- Opening Delimiter -

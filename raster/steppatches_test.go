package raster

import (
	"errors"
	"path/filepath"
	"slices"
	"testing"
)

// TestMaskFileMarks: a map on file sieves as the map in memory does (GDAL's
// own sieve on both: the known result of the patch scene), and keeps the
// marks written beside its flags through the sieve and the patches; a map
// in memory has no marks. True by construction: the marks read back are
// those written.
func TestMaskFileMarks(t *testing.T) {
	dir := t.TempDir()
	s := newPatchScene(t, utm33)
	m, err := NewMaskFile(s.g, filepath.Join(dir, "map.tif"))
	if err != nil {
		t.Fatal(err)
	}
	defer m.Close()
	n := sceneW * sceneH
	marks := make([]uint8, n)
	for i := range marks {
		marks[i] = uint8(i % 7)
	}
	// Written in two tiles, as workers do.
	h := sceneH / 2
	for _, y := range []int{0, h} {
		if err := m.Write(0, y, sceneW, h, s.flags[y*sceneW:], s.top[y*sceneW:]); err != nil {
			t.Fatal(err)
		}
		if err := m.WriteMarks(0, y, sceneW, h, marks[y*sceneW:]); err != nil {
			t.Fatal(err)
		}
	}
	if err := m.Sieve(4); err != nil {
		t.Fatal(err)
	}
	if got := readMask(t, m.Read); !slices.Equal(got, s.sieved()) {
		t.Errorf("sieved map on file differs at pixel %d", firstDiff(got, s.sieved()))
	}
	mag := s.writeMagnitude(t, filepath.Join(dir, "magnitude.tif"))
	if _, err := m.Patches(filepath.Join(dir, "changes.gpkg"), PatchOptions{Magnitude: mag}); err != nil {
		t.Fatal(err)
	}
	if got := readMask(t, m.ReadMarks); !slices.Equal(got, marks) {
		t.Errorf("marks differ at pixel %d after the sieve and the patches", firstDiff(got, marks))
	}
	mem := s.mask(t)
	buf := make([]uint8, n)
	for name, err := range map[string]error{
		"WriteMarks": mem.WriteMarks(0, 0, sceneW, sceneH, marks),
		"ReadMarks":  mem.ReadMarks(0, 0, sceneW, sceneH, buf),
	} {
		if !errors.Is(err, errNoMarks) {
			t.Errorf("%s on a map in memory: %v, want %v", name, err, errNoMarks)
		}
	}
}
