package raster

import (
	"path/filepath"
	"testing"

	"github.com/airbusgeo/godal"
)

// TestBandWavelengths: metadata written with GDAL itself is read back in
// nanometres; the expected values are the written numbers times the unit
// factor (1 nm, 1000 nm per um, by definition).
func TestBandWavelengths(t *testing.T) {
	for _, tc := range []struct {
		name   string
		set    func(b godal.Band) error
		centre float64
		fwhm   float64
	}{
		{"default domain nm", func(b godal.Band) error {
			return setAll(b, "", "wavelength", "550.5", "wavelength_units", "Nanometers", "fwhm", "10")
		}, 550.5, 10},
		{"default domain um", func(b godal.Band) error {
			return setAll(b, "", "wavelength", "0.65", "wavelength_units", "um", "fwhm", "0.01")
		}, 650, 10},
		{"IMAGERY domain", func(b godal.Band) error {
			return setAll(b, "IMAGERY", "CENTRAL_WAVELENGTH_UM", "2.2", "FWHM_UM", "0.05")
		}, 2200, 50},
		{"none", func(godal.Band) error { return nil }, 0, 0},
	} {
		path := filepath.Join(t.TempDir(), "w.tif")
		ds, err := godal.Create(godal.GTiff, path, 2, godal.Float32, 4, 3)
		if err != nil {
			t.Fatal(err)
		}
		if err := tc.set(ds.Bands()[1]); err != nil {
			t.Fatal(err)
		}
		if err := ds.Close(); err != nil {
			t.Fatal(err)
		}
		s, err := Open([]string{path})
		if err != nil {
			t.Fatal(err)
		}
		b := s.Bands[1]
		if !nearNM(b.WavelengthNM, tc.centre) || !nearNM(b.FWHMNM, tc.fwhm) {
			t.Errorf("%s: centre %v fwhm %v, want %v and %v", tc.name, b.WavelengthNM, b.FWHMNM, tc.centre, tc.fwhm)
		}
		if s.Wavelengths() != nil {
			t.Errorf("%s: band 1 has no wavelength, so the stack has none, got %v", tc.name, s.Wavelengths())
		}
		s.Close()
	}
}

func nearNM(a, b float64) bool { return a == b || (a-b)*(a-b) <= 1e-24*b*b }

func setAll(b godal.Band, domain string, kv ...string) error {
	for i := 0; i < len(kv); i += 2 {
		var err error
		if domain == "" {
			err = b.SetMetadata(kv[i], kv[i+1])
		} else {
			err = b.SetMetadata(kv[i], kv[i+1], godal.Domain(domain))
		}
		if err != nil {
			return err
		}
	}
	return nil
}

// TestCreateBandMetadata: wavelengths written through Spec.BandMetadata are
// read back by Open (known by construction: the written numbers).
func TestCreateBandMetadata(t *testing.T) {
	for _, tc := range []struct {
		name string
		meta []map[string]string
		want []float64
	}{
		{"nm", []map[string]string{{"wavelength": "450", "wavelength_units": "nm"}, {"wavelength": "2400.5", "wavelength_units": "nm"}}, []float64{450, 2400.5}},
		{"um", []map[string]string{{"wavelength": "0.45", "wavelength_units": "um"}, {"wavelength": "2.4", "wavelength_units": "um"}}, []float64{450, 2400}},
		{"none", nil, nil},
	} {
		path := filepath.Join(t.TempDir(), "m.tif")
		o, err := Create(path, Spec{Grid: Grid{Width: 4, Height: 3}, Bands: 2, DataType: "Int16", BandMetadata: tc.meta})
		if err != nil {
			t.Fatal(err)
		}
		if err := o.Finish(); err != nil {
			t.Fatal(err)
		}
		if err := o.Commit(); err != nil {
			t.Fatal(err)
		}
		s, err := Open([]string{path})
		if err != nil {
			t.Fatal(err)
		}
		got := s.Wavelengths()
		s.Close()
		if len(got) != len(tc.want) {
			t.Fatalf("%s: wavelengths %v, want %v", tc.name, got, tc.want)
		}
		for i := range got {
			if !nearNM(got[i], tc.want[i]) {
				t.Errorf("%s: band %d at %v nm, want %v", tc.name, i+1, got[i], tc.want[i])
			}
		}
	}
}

- Closing Delimiter -
- Opening Delimiter -

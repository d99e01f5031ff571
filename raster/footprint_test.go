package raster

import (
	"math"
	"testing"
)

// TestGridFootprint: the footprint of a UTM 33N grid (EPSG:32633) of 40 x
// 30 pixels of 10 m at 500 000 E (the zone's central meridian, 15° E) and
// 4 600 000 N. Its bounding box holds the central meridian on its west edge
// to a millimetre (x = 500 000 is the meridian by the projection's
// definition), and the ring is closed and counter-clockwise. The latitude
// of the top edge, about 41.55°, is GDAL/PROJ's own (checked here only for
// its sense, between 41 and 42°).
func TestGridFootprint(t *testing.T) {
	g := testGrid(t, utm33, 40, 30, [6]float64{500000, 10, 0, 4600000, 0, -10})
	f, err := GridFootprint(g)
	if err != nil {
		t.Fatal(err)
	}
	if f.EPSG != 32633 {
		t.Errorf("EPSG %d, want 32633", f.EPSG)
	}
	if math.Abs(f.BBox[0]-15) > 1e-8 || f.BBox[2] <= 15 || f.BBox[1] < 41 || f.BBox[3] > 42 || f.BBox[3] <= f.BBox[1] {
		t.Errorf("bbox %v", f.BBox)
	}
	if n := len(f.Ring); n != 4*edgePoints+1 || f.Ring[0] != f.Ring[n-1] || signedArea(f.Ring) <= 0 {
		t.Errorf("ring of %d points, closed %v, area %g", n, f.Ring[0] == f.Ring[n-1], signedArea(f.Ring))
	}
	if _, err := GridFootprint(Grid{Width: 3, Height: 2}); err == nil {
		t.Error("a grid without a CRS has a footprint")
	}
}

- Closing Delimiter -
- Opening Delimiter -

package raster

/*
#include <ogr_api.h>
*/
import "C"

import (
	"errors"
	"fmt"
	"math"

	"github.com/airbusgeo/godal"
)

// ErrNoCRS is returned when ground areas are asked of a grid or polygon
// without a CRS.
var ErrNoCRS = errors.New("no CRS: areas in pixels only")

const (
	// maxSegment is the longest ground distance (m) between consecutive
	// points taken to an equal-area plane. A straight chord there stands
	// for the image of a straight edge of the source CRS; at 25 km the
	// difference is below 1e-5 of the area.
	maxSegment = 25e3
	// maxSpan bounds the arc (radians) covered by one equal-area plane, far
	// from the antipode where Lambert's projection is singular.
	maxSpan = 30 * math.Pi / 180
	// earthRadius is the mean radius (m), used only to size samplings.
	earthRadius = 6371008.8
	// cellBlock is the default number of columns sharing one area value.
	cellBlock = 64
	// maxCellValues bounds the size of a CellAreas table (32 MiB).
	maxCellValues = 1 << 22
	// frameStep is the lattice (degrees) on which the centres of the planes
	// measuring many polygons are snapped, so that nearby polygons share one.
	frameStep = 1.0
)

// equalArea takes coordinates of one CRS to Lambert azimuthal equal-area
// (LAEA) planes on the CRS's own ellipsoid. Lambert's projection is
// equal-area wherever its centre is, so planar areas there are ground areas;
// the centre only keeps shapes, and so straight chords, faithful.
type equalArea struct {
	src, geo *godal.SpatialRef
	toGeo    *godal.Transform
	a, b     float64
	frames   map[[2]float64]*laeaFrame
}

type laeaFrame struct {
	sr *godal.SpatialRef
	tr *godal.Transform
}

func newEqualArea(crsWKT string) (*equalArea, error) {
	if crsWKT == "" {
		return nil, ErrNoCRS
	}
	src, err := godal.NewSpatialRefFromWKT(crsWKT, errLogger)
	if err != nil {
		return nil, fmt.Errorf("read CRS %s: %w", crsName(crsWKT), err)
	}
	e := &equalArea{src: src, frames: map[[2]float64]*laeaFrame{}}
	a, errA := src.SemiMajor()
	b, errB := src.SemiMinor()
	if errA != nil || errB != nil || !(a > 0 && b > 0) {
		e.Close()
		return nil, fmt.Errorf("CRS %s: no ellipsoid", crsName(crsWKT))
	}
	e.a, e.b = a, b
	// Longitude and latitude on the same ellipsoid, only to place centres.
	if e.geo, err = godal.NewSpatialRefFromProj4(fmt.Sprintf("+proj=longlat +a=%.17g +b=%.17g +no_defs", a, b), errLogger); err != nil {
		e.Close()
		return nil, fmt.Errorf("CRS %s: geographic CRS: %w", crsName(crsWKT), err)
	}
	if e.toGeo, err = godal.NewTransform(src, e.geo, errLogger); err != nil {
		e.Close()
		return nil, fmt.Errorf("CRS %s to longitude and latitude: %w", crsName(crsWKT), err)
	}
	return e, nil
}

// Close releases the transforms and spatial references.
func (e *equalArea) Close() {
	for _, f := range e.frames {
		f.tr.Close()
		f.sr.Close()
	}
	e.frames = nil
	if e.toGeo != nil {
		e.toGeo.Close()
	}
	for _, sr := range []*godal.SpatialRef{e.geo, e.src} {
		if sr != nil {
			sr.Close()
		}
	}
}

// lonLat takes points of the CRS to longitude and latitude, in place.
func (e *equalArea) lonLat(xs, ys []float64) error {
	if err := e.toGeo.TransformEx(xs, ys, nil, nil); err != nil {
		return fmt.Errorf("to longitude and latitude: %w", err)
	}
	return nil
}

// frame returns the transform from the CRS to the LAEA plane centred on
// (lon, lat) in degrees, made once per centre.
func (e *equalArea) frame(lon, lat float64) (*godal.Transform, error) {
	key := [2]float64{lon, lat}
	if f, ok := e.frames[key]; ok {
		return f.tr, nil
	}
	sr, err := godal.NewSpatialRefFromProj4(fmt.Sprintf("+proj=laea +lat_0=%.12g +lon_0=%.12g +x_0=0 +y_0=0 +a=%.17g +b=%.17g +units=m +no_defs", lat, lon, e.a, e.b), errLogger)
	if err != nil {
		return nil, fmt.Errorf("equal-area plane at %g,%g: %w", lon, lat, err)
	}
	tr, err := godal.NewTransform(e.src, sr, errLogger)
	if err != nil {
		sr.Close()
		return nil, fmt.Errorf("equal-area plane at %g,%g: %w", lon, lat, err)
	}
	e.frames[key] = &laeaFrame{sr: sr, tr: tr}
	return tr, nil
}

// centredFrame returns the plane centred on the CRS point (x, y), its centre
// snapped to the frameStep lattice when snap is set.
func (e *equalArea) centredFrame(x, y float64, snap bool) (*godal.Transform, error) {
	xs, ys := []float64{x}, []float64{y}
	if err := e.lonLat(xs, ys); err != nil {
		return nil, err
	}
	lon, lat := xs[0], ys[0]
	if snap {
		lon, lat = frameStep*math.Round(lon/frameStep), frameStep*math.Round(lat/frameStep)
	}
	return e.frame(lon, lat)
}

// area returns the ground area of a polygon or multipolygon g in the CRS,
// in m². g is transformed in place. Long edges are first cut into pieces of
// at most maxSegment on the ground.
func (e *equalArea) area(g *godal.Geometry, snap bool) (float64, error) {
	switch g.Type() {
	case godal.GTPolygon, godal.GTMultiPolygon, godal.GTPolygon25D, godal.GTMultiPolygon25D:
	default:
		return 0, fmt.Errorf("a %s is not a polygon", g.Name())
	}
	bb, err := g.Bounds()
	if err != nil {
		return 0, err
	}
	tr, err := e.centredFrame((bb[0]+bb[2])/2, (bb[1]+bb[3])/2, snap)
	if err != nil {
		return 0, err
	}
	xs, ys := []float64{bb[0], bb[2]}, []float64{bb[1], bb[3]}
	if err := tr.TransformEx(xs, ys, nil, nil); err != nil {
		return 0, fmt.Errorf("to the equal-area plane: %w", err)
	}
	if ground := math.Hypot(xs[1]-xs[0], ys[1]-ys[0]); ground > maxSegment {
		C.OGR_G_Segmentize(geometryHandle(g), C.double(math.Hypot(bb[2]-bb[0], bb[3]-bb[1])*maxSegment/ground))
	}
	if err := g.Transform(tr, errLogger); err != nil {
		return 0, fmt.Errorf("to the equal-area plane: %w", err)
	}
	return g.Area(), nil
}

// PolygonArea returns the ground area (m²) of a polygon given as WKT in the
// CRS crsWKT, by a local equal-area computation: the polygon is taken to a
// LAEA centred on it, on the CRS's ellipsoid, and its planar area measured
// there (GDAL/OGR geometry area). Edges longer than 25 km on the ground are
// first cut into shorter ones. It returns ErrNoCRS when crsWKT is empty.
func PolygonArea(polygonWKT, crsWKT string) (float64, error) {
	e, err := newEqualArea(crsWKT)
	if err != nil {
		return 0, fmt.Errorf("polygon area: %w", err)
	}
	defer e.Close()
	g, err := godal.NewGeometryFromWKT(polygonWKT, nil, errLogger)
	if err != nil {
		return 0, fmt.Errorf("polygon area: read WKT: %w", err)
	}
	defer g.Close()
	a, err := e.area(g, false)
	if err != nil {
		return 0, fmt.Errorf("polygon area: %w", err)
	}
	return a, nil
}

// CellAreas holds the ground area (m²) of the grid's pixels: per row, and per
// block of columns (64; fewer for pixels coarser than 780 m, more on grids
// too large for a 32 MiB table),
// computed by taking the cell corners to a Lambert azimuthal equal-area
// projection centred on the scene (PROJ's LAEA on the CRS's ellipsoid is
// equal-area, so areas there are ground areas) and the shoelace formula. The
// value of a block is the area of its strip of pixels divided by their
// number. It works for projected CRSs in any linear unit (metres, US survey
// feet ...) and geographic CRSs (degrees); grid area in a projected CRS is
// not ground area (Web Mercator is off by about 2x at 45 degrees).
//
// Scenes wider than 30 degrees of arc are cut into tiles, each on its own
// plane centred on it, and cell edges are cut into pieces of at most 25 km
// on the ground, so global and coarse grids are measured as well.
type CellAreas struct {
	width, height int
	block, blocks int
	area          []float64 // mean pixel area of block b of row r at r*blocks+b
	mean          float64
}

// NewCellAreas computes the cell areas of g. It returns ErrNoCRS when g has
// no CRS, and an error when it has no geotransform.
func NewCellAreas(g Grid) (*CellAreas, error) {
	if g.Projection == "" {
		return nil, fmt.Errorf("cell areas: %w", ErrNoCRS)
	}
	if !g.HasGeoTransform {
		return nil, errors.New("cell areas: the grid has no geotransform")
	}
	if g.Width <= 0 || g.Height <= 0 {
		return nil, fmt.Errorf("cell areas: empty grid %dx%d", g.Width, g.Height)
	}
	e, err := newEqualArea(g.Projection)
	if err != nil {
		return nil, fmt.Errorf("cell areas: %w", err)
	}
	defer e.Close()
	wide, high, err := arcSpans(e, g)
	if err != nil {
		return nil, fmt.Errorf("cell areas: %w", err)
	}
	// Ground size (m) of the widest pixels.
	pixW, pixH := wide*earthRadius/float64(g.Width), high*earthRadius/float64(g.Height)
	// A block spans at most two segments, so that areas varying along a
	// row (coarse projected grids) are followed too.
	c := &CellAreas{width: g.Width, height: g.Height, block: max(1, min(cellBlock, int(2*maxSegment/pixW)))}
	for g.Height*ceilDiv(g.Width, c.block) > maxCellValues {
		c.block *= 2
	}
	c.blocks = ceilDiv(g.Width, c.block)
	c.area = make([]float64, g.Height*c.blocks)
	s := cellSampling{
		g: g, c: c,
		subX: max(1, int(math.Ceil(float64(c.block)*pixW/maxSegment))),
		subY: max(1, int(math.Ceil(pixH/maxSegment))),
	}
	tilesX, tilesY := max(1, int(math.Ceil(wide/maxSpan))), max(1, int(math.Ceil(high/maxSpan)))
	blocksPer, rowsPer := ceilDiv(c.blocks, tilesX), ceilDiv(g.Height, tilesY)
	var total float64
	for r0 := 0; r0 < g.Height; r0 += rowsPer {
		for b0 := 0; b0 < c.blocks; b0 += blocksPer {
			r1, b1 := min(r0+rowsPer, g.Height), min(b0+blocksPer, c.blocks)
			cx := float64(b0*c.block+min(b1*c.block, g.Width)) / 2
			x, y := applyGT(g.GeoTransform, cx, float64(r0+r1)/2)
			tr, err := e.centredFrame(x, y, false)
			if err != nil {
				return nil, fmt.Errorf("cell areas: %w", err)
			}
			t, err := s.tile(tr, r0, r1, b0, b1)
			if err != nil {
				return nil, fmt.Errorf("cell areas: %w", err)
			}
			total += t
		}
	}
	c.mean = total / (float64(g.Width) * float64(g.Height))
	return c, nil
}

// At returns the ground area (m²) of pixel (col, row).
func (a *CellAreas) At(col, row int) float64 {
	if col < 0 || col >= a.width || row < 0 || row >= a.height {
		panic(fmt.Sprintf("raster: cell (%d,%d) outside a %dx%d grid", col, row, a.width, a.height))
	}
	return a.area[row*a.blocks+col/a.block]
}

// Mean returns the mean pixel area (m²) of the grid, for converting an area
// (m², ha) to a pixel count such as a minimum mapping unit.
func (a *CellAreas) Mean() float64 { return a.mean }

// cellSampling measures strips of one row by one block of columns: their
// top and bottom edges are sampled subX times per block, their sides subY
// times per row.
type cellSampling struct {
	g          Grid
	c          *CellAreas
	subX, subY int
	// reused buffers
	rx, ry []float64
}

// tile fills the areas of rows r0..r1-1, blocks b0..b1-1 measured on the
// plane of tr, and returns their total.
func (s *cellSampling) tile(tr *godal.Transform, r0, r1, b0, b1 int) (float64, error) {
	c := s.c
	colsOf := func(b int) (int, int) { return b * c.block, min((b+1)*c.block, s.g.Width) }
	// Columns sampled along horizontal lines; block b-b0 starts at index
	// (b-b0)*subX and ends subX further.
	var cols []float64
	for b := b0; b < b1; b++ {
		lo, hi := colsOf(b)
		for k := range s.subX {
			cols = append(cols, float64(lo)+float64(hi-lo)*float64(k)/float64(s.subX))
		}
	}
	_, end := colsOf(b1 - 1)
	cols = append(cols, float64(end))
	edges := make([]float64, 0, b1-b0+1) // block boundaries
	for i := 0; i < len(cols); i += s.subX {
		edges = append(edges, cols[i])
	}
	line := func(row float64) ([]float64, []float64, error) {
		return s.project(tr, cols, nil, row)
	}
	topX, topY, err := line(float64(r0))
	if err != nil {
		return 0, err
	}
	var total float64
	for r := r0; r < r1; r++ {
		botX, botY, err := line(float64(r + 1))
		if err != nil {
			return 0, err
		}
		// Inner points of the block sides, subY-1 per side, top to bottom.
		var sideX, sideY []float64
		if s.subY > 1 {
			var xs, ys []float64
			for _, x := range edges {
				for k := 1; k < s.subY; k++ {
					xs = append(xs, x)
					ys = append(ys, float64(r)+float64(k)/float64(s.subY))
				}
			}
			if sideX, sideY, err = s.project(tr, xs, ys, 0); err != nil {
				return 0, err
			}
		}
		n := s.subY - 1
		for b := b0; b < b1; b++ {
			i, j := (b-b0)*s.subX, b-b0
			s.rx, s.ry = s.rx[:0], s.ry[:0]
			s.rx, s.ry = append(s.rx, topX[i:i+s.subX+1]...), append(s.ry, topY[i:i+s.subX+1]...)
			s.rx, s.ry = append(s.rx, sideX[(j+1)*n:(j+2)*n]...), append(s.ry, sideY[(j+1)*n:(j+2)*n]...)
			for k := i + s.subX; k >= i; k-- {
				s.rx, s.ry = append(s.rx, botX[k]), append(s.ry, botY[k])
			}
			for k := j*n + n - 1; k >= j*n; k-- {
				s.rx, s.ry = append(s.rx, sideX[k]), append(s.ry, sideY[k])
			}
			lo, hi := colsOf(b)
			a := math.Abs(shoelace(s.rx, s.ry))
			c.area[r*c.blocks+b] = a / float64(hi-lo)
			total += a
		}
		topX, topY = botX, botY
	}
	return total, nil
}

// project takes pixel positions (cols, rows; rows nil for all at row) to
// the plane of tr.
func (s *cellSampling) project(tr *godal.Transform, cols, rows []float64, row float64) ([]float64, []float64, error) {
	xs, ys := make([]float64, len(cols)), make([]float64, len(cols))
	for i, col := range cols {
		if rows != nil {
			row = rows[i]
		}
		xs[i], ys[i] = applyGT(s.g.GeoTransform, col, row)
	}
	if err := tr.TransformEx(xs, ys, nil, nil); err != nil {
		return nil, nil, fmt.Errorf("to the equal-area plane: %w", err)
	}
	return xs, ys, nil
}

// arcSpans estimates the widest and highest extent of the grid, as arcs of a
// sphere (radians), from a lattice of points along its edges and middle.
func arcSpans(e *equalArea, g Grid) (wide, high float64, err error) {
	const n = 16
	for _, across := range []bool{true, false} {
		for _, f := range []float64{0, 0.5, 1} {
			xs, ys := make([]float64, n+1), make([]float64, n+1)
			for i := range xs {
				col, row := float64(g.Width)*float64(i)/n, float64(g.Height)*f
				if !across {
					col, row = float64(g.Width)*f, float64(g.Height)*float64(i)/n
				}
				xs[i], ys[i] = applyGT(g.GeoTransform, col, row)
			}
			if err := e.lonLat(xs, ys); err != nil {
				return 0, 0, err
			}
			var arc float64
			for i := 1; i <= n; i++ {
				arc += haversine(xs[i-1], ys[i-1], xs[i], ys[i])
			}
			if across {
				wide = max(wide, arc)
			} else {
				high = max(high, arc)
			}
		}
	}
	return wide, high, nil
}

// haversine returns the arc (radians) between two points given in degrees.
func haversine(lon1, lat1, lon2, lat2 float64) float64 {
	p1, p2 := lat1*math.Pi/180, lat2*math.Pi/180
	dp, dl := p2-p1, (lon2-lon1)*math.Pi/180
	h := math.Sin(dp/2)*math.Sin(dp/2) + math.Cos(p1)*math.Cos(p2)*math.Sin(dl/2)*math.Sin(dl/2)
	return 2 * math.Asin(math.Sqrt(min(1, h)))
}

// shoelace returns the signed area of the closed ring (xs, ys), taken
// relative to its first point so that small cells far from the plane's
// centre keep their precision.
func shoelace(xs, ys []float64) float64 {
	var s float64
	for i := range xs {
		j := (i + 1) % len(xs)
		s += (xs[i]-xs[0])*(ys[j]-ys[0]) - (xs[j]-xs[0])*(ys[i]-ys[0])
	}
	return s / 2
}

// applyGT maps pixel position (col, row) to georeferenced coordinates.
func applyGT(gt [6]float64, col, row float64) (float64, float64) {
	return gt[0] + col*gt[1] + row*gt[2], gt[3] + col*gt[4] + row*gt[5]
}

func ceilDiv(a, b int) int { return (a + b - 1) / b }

- Closing Delimiter -

### [Description of the task]
What lines of the material above include "through"? Copy each one.

### [Final answer]
// marks written beside its flags through the sieve and the patches; a map
// TestCreateBandMetadata: wavelengths written through Spec.BandMetadata are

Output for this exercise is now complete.